Бьют барабаны, и мы проходим церемониальным маршем. Я еду впереди взвода на своем Джубге, он горячится, всхрапывает, гарцует подомной. Подняв руку к козырьку фуражки, повернув голову налево, замечаю, что граф Евдокимов показывает на меня князю Барятинскому, вернее, не на меня, а на Джубгу. Замечают это и другие, и после церемониала Гайворонский с досадой говорит мне:

 — Везет же вам, Кайсаров, обратили на себя внимание самого генерала фельдмаршала.

 Мне весело. Приятно все же, черт возьми, быть примеченным!

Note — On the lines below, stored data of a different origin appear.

"""Baseline artifact: versions, CURRENT, round trip, and clear refusals of corrupt or foreign files."""

from __future__ import annotations

import hashlib
import json
import os
import shutil
import subprocess
import sys
import warnings
import zipfile
from pathlib import Path

import numpy as np
import orjson
import pytest
from hypothesis import HealthCheck, example, given, settings
from hypothesis import strategies as st

from tracewatch.baselines import (current_version, list_versions, load_baseline, load_baseline_dir,
                                  save_baseline, set_current)
from tracewatch.errors import BaselineError, NoBaselineError
from tracewatch.model.score import SCORERS

from .conftest import ROOT, run_cli


def test_round_trip_scores_identically(demo_fit):
    cfg, baseline, _ = demo_fit
    loaded = load_baseline(cfg.state_dir)
    assert loaded.version == baseline.version == "v0001" == current_version(cfg.state_dir)
    seqs = list({s for s in loaded.normal_seqs[:50]}) + [(0, 1, 2, 3, 999)]
    a = baseline.make_scorer().score("api", seqs)
    b = loaded.make_scorer().score("api", seqs)
    assert np.allclose([x[0] for x in a], [x[0] for x in b])
    assert [x[1] for x in a] == [x[1] for x in b]
    assert loaded.conformal("api").threshold_ == baseline.conformal("api").threshold_
    assert np.array_equal(loaded.calibration["*"].calibration_scores_, baseline.calibration["*"].calibration_scores_)
    assert [t.id for t in loaded.miner.templates] == [t.id for t in baseline.miner.templates]


def test_corrupt_model_file_is_refused(demo_state):
    dst = demo_state / "baselines" / "v0001"
    data = bytearray((dst / "model.npz").read_bytes())
    data[len(data) // 2] ^= 0xFF
    (dst / "model.npz").write_bytes(bytes(data))
    with pytest.raises(BaselineError, match="does not match its checksum"):
        load_baseline_dir(dst)


def test_foreign_and_newer_manifests_are_refused(demo_state, tmp_path):
    dst = demo_state / "baselines" / "v0001"
    manifest = json.loads((dst / "manifest.json").read_text())
    (dst / "manifest.json").write_text(json.dumps({**manifest, "schema_version": 99}))
    with pytest.raises(BaselineError, match="schema 99 is not supported"):
        load_baseline_dir(dst)
    (dst / "manifest.json").write_text('{"hello": "world"}')
    with pytest.raises(BaselineError, match="corrupt or not a tracewatch baseline"):
        load_baseline_dir(dst)
    (dst / "manifest.json").write_text("\x00garbage")
    with pytest.raises(BaselineError, match="corrupt"):
        load_baseline_dir(dst)
    with pytest.raises(BaselineError, match="no manifest.json"):
        load_baseline_dir(tmp_path)


def _reseal(dst, manifest: dict | None = None, *, files: bool = True) -> None:
    """Make a version's manifest match its files again (their sha256 and the manifest's own
    checksum: sha256 of the manifest without it, keys sorted, compact JSON), as a determined
    editor would: only the content checks can then refuse it."""
    manifest = manifest if manifest is not None else orjson.loads((dst / "manifest.json").read_bytes())
    manifest.pop("checksum", None)
    if files:
        manifest["files"] = {name: hashlib.sha256((dst / name).read_bytes()).hexdigest()
                             for name in ("templates.json", "model.npz")}
    manifest["checksum"] = hashlib.sha256(orjson.dumps(manifest, option=orjson.OPT_SORT_KEYS)).hexdigest()
    (dst / "manifest.json").write_bytes(orjson.dumps(manifest))


def test_npz_with_pickled_object_is_not_loaded(demo_state):
    # A model.npz carrying a pickled object array must never be unpickled: its header says
    # dtype object, and nothing is read past a header that does not fit the storage table.
    dst = demo_state / "baselines" / "v0001"
    with np.load(dst / "model.npz", allow_pickle=False) as z:
        arrays = {k: z[k] for k in z.files}
    arrays["centers"] = np.array([object()], dtype=object)
    with open(dst / "model.npz", "wb") as fh:
        np.savez(fh, **arrays)
    _reseal(dst)
    with pytest.raises(BaselineError, match="unreadable"):
        load_baseline_dir(dst)


def test_a_hand_edited_manifest_is_refused(demo_state):
    # the manifest is inside its own checksum: ngram_max = 10^9 once made `score` run for minutes
    dst = demo_state / "baselines" / "v0001"
    text = (dst / "manifest.json").read_text()
    (dst / "manifest.json").write_text(text.replace('"ngram_max": 3', '"ngram_max": 1000000000'))
    with pytest.raises(BaselineError, match="manifest.json does not match its checksum"):
        load_baseline_dir(dst)
    _reseal(dst)  # sealed again: the bound refuses it
    with pytest.raises(BaselineError, match="out of bounds .*ngram_max"):
        load_baseline_dir(dst)


def test_an_older_schema_says_to_fit_again(demo_state):
    dst = demo_state / "baselines" / "v0001"
    manifest = orjson.loads((dst / "manifest.json").read_bytes())
    manifest["schema_version"] = 3
    (dst / "manifest.json").write_bytes(orjson.dumps(manifest))
    with pytest.raises(BaselineError, match="schema 3 is not supported .* older tracewatch: fit a new baseline"):
        load_baseline_dir(dst)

Отвожу Джубгу к коновязи и преподношу ему сахар.

 Под вечер, когда я валяюсь на бурке, прибегает запаренный Офрейн и с одышкой говорит, чтобы я привел себя в порядок, меня требует к себе сам главнокомандующий. Вскакиваю в растерянности.

 — Вы уж не подведите меня, голубчик, — умоляет Офрейн, вразвалку шагая рядом, — держитесь молодцом и, ради всего святого, не сболтните ничего лишнего.

 Он вталкивает меня в балаган. Пышно накрытый стол. Во главе — Барятинский и Евдокимов. Офицеры свиты и наши полковые старшие офицеры улыбаются мне по родственному. Робость сковывает меня, под коленкой вздрагивает какая то жилка, на лице, сам чувствую это, расплывается восторженная улыбка. Прерывистым голосом, в горле спазмы, докладываю о своем прибытии. Собственная угодливость и растерянность претят мне, но я ничего не могу с собой поделать. Будь я штатским, спина моя, наверное, согнулась бы в низком поклоне.

 — Поближе, пор-ручик, — по гвардейски грассируя, произносит генерал фельдмаршал и манит меня пальцем.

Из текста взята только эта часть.